4 minute read

Combing through old papers on concurrent data structures, I was delighted to see the bit reversal subroutine being used in 2 of the designs in ingenious ways. In this post I will try to capture the essence of them.

Bit reversal? Concurrent data structures?

Bit reversal is where we take an int (say, 64 bits) and reverse it, e.g. reversing 8 bits may look like 00110101 -> 10101100. There is no CPU instruction to do so, but it can be implemented relatively efficiently in a few ways, e.g. by masking + shifting, bswap (instruction for swapping bytes), lookup tables etc.

Concurrent data structures are data structures that are safe to use in shared-memory parallelism. For performance, modern computers don’t guarantee strong memory consistency, and programs that need to access the same memory locations need to explicitly do so, e.g. via mutexes and atomic operations.

Concurrent priority queue by Hunt et. al. (1994)

This section covers the paper An Efficient Algorithm for Concurrent Priority Queue Heaps. The problem is: let’s say we want to have a heap (supports inserting an element with priority and removing the element with highest priority) and let a bunch of threads access it. The most naive thing to do is probably an array-based binary heap that is put behind a lock. The ith node has children 2i+1 and 2i+2, parent has higher priority than children, inserts happen at the bottom and bubble up to the root, removals swap the last element to the root and bubbles down, etc. Any thread that attempts to read/write needs to take the lock, and only one thread can proceed at a time.

What if we put a lock at each node? Before you swap two nodes in a bubble-up process, you’d only need to lock those two nodes. That way, you wouldn’t need to lock the entire data structure, giving other threads a chance to proceed.

Unfortunately this results in high contention. If two threads are inserting at the same time, one will be at node i, and the other will be at node i+1. Chances are they have the same parent, so they immediately start contending for the same lock. Even if they have different parents, their parents’ parents are probably the same, and so on.

This paper’s main insight is: what if after inserting at node i, we don’t insert at node i+1, but somewhere far away in the tree? Imagine the following binary tree:

    (0)
   /   \
 (1)   (2)
 / \   / \
3   4 5   6

Only nodes 0-2 are occupied. Inserting in the order (3, 4, 5, 6) will likely cause high contention. But if we insert in the order (3, 5, 4, 6), then we might avoid some of the most common lock contentions, since neighboring pairs don’t share the same parent.

More generally, when a low bit of the heap size changes, you want to choose a different sub-tree to insert; when a high bit changes, we have inserted a lot of nodes, so it’s fine to choose a closer sub-tree.

What this ends up looking like is: the high bits of the node at which to insert depends on the low bits of the heap size.
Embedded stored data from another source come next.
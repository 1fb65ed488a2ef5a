import { readFileSync } from 'node:fs'
import { join } from 'node:path'
import { createContext, runInContext } from 'node:vm'
import { describe, expect, test } from 'vitest'

/** The service worker as the browser runs it, over a network and caches that the test holds. */

const origin = 'https://toast.example'
const source = readFileSync(join(process.cwd(), 'lib', 'devices', 'service-worker.js'), 'utf8')
const shellHtml = `<link rel="stylesheet" href="/_next/static/chunks/a.css"><script src="/_next/static/chunks/b.js"></script>
  <script>self.__next_f.push([1,"static \\"/_next/static/chunks/c.js\\""])</script>`

type Handler = (event: object) => void

function start(version: string, stored = new Map<string, Map<string, Response>>()) {
  const handlers = new Map<string, Handler>()
  const asked: string[] = []
  const network: { answer: (path: string) => Promise<Response> } = { answer: async (path) => files(path) }
  let hasTakenOver = false
  const keyOf = (request: unknown) =>
    new URL(
      typeof request === 'string' ? request : String(Reflect.get(Object(request), 'url') ?? request),
      origin,
    ).pathname
  const open = async (name: string) => {
    const cache = stored.get(name) ?? new Map<string, Response>()
    stored.set(name, cache)
    return {
      put: async (request: unknown, response: Response) => void cache.set(keyOf(request), response),
    }
  }
  const context = createContext({
    self: {
      addEventListener: (name: string, handler: Handler) => handlers.set(name, handler),
      location: { origin },
      skipWaiting: () => (hasTakenOver = true),
      clients: { claim: async () => {} },
    },
    caches: {
      open,
      match: async (request: unknown) => {
        for (const cache of stored.values()) {
          const found = cache.get(keyOf(request))
          if (found !== undefined) return found.clone()
        }
        return undefined
      },
      keys: async () => [...stored.keys()],
      delete: async (name: string) => stored.delete(name),
    },
    fetch: async (request: unknown) => {
      asked.push(keyOf(request))
      return network.answer(keyOf(request))
    },
    Response,
    URL,
    setTimeout: (done: () => void, ms: number) => setTimeout(done, ms / 100),
  })
  runInContext(source.replace('__VERSION__', version), context)

  const wait = async (name: string) => {
    let work: Promise<unknown> = Promise.resolve()
    handlers.get(name)?.({ waitUntil: (promise: Promise<unknown>) => (work = promise) })
    await work
  }
  /** What the worker answers; null when it leaves the request to the browser. */
  const load = async (path: string, more: { mode?: string; method?: string } = {}) => {
    const answers: Promise<Response>[] = []
    handlers.get('fetch')?.({
      request: {
        method: more.method ?? 'GET',
        mode: more.mode ?? 'navigate',
        url: new URL(path, origin).toString(),
      },
      respondWith: (promise: Promise<Response>) => void answers.push(promise),
    })
    return answers[0] === undefined ? null : await answers[0]
  }
  return {
    stored,
    asked,
    network,
    install: () => wait('install'),
    activate: () => wait('activate'),
    load,
    say: (data: unknown) => handlers.get('message')?.({ data }),
    hasTakenOver: () => hasTakenOver,
  }
}

function files(path: string): Response {
  if (path === '/offline') return new Response(shellHtml, { headers: { 'content-type': 'text/html' } })
  if (path.endsWith('.css')) return new Response('@font-face{src:url(../media/next.woff2)}')
  if (path.startsWith('/_next/static/')) return new Response(`file ${path}`)
  return new Response(`page ${path}`)
}

const down = async (): Promise<Response> => {
  throw new TypeError('Failed to fetch')
}

describe('the service worker', () => {
  test('keeps the shell with the scripts, styles and fonts that it names, and nothing else', async () => {
    const worker = start('one')
    await worker.install()
    expect([...(worker.stored.get('emberstave-one')?.keys() ?? [])].sort()).toEqual([
      '/_next/static/chunks/a.css',
      '/_next/static/chunks/b.js',
      '/_next/static/chunks/c.js',
      '/_next/static/media/next.woff2',
      '/offline',
    ])
  })

  test('shows a page of the room from the server, and the shell when the network is down', async () => {
    const worker = start('one')
    await worker.install()
    expect(await (await worker.load('/fireside/7b0c'))?.text()).toBe('page /fireside/7b0c')
    worker.network.answer = down
    for (const path of ['/room', '/room/start', '/fireside/7b0c', '/who', '/']) {
      expect(await (await worker.load(path))?.text(), path).toBe(shellHtml)
    }
  })

  test('takes a server for gone that what stands before it calls gone, or that does not answer in time', async () => {
    const worker = start('one')
    await worker.install()
    worker.network.answer = async () => new Response('bad gateway', { status: 502 })
    expect(await (await worker.load('/room'))?.text()).toBe(shellHtml)
    worker.network.answer = () => new Promise(() => {})
    expect(await (await worker.load('/room'))?.text()).toBe(shellHtml)
    // Another error is the server's own word.
    worker.network.answer = async () => new Response('not yours', { status: 404 })
    expect((await worker.load('/fireside/7b0c'))?.status).toBe(404)
  })

  test('never touches the API, pages with data of the desk, writes, or another origin', async () => {
    const worker = start('one')
    await worker.install()
    const before = [...worker.stored.values()].map((cache) => cache.size)
    expect(await worker.load('/api/firings', { mode: 'cors' })).toBeNull()
    expect(await worker.load('/api/session', { method: 'POST', mode: 'cors' })).toBeNull()
    expect(await worker.load('/firings/7b0c')).toBeNull()
    expect(await worker.load('/room', { mode: 'cors' })).toBeNull()
    expect(await worker.load('https://elsewhere.example/_next/static/x.js', { mode: 'cors' })).toBeNull()
    await worker.load('/fireside/7b0c')
    expect([...worker.stored.values()].map((cache) => cache.size)).toEqual(before)
  })

  test('a file of a build is asked for once', async () => {
    const worker = start('one')
    await worker.install()
    const [kept, later] = ['/_next/static/chunks/b.js', '/_next/static/chunks/z.js']
    const asked = worker.asked.length
    for (const path of [kept, later, later]) {
      expect(await (await worker.load(path, { mode: 'no-cors' }))?.text()).toBe(`file ${path}`)
    }
    expect(worker.asked.slice(asked)).toEqual([later])
  })

  test('a new version waits until a person says so, and then drops what the older one kept', async () => {
    const old = start('one')
    await old.install()
    const next = start('two', old.stored)
    await next.install()
    expect(next.hasTakenOver()).toBe(false)
    next.say('something else')
    expect(next.hasTakenOver()).toBe(false)
    expect([...next.stored.keys()].sort()).toEqual(['emberstave-one', 'emberstave-two'])
    next.say('take over')
    expect(next.hasTakenOver()).toBe(true)
    await next.activate()
    expect([...next.stored.keys()]).toEqual(['emberstave-two'])
  })

  test('does not install without the whole shell', async () => {
    const worker = start('one')
    worker.network.answer = async (path) =>
      path.endsWith('c.js') ? new Response('gone', { status: 404 }) : files(path)
    await expect(worker.install()).rejects.toThrow(/could not be fetched/)
    expect(worker.stored.get('emberstave-one')?.has('/offline')).toBe(false)
  })
})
We could literally implement that by reversing the order of bits after the leading 1 bit. So the insert order would look like:

0, 1; 10, 11; 100, 110, 101, 111; 1000, 1100, 1010, 1110, 1001, 1101, 1011, 1111…

This idea is simple but clever. Unfortunately this paper didn’t quite stand the test of time, most importantly there’s still global contention to mutate the heap size and to pop the heap at the root. Skip-list based designs are now considered a better choice.
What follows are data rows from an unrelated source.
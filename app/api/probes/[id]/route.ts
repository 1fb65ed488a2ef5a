import { route } from '@/lib/http/route'
import { getProbe } from '@/lib/probes/get-probe'
import { operations } from '@/lib/probes/operations'
import { saveProbe } from '@/lib/probes/save-probe'

export const GET = route(operations.getProbe, (actor, { params }) => getProbe(actor, params))
export const PUT = route(operations.updateProbe, (actor, { params, body }) =>
  saveProbe(actor, { ...body, id: params.id }),
)
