import { redirect } from 'next/navigation'
import type { ReactNode } from 'react'
import { homeOf, placesOf } from '@/components/shell/navigation'
import { PersonShell } from '@/components/shell/person-shell'
import { getFrame } from '@/lib/accounts/get-frame'
import { requirePageActor } from '@/lib/auth/page-actor'

/** A customer's side: only customers' people come here. */
export default async function CustomerLayout({ children }: { children: ReactNode }) {
  const actor = await requirePageActor()
  if (actor.role !== 'customer') redirect(homeOf(actor.role))
  const frame = await getFrame(actor)
  return (
    <PersonShell places={placesOf(actor.role)} homeHref={homeOf(actor.role)} {...frame}>
      {children}
    </PersonShell>
  )
}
Split-ordered lists by Shalev et. al. (2006)

This section covers the paper Split-Ordered Lists: Lock-Free Extensible Hash Tables.

Compared to priority queues, hash tables are undoubtedly more ubiquitous. Generally they can be open/closed - open meaning each bucket contains a resizable container (e.g. linked list) and closed meaning all data lives in the array, and collisions are handled by probing.

A significant challenge in designing a concurrent hash table is the resizing operation. Typically, resizes are done by doubling the size of the array and moving all old data over to the new one. During this migration, no readers/writers can proceed.

This paper asks: what if we don’t move the data into buckets, but move the buckets to point to the data in the right way? If we’re only creating a new index of the same underlying data, then the old index is still valid and can be used in the meanwhile.

More concretely, we want to put all the items in a linked list, so that all the hashes that are equal mod 2^k (for any k) are consecutive in the list. This way, we can maintain a hash table by having an array where the ith bucket points to the first node where hash mod 2^k = i.

It turns out you get this property by ordering the nodes by the reverse of the hash. Thinking about it more, this isn’t that surprising - at first, you want all the nodes with the hashes having 0 as the last bit to be in front of the rest; then, within those, you want all the 0 as the second last bit to be in front…

As a quick example, say we have 8 items with hashes 0-7. Sorted by this order, we have:

000 100 010 110 001 101 011 111
^               ^               | 2 buckets (hash mod 2)
^       ^       ^       ^       | 4 buckets (hash mod 4)
^   ^   ^   ^   ^   ^   ^   ^   | 8 buckets (hash mod 8)

Notice how across different number of buckets, the chains of each bucket is still valid, even though the underlying linked list never changed.

From what I can tell, this design is still not obsolete in 2025, even as new improvements have appeared and computers evolved.